Never thought this would happen in my lifetime: Aditya Mehta

Mumbai: Welcoming the opportunity to showcase his cue skills in a world class field at next month`s Indian Open in Delhi, reigning Asian snooker champion Aditya Mehta said it was a dream come true to play at home in a Professional tournament.

"I would be taking part in a professional snooker tournament for the first time in India. I never expected this to happen in my lifetime. It`s a dream come true," said the Mumbai-born Mehta, who won the gold medal at the World Games in Cali.
Mehta, who defeated China`s Xiao Guo Ding to qualify for the tournament, faces the stiffest of challenges as he has 2002 world champion Peter Ebdon as his first round opponent in the 300,000 pound sterling prize fund event.

"I am meeting a former world champion in the first round and am not looking too far ahead. But it`s a short format. It is like the 100m dash and puts pressure on the higher ranked players. A good start would do wonders," said Mehta at a media conference here on Sunday.

The other Indian in the world pro snooker circuit, Bangalore-based Pankaj Advani, was also keen to play at home for the first time in a pro event that has attracted World No.1 Neil Robertson, four-time world champion John Higgins and a clutch of Chinese players including last year`s semi finalist in the world championship - Ding Junhui.

"It`s a special feeling playing at home against the top players in the world. I am glad this is happening," said Advani about getting an entry after beating Briton Mathew Selt into the 64-player draw for the October 14-18 tournament at Le Meridien hotel.

Six other Indians - Manan Chandra, Kamal Chawla, Sandeep Gulati, Shivam Arora, Faisal Khan and Dharmender Lilly have been given wild cards and would earn a berth in the main draw by beating six foreign players.

The winner would take home 50,000 pound sterling and among the players who have made the cut are: Robertson, Nippon Saengkham, Allison Carter, Liang Wento, Ding Junhui John Higgins, Joe Perry, James Wattana, Ken Doherty, Anda Zhang, Tony Drago, Marco Fu, Michael Holt, Nigel Bond, Ebdon, Mark Williams, Yu De Lu and Mark Selby.

Advani, who won the IBSF world snooker title ten years ago, said light cue touch was needed to play well at the specially designed table with super fast cloth and consistency was very important to do well.

"I used to play one good shot earlier and then leave but have found out that I should play 20 such shots and be more aggressive. Consistency is also the key.

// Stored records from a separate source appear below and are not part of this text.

/// An open journal; [`Journal::record`] and [`Journal::line`] may be called from many
/// threads. It remembers where each outage's line starts, so a report can read one
/// evaluation back ([`JournalReader::read`]) instead of keeping every evaluation in memory.
pub struct Journal {
    path: PathBuf,
    /// The file and the offset of its end (where the next line goes).
    file: Mutex<(File, u64)>,
    /// Per outage: the byte offset of its last whole line, if journaled.
    offsets: Mutex<Vec<Option<u64>>>,
    /// A reading handle, opened on the first [`Journal::line`].
    reader: Mutex<Option<BufReader<File>>>,
    outages: usize,
    /// Outages the journal holds (restored plus recorded).
    saved: AtomicUsize,
    /// The first failed write; recording stops after it (the run goes on).
    failure: Mutex<Option<String>>,
}

fn io_err(path: &Path) -> impl FnOnce(io::Error) -> Error + '_ {
    move |source| Error::Io {
        path: path.to_path_buf(),
        source,
    }
}

/// The refusal for a journal path that already holds something and no `--resume`.
fn already_there(path: &Path) -> Error {
    Error::Usage(format!(
        "{} already exists (the journal of an interrupted run?); add --resume to continue \
         that run, or remove the file to start again",
        path.display()
    ))
}

/// Opens `path` for reading without following a symbolic link (`O_NOFOLLOW` on Unix).
fn open_nofollow(path: &Path, write: bool) -> io::Result<File> {
    let mut o = OpenOptions::new();
    o.read(true).write(write);
    #[cfg(unix)]
    {
        use std::os::unix::fs::OpenOptionsExt;
        o.custom_flags(libc::O_NOFOLLOW);
    }
    o.open(path)
}

/// Opens an existing journal for `--resume`, read and write, refusing (usage error) a
/// symbolic link or anything but a regular file; a missing file is an I/O error of kind
/// `NotFound`.
fn open_existing(path: &Path) -> Result<File> {
    let not_regular = |what: &str| {
        Error::Usage(format!(
            "--resume: {} is {what}, not a journal; a journal is never followed or \
             replaced: remove it (or name another --json file)",
            path.display()
        ))
    };
    if fs::symlink_metadata(path).is_ok_and(|m| m.file_type().is_symlink()) {
        return Err(not_regular("a symbolic link"));
    }
    let file = open_nofollow(path, true).map_err(|e| {
        #[cfg(unix)]
        if e.raw_os_error() == Some(libc::ELOOP) {
            return not_regular("a symbolic link");
        }
        io_err(path)(e)
    })?;
    if !file.metadata().map_err(io_err(path))?.is_file() {
        return Err(not_regular("not a regular file"));
    }
    Ok(file)
}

The top 16 in the world are so consistent," said Advani, who turned professional a year and a half ago and trains with Mehta at the Star Snooker academy in Sheffield, UK.

All the matches upto the semi finals in the Indian Open would be best-of-seven frames while the final would be fought over nine frames.

On October 14 and 15, there would be two sessions of play commencing at 10 am and 7 pm while there would be an additional session at 1:30 pm over the last three days.

Neo Sports would be telecasting the event on the last three days of the matches, said Billiards and Snooker Federation of India`s vice president Rajan Khinvasara.

Former Asian champion and retired snooker ace Yasin Merchant, the first Indian to taste professional snooker, said that both these players "are right up there".

"The tournament is a great platform for all the other Indian wild cards too. But it`s important to follow it up with something matching (by the federation)," he said when asked how important was the tournament from an Indian perspective.

Khinvasara said that the federation has signed a three-year deal with world snooker authorities to hold the Indian Open.
"We have had visits by the world snooker team and we are implementing their suggestions. As for the sponsors we already have on board the Union Tourism Ministry, Bank of Baroda, State Bank of Hyderabad and National Insurance while we are in an advanced stage of discussion with ONGC."

He said the federation plans to have a seating spectator capacity of between 500 and 700 at the venue where the players also would be put up.

The matches would be played on four championship tables while three more would be made available to the players for practice.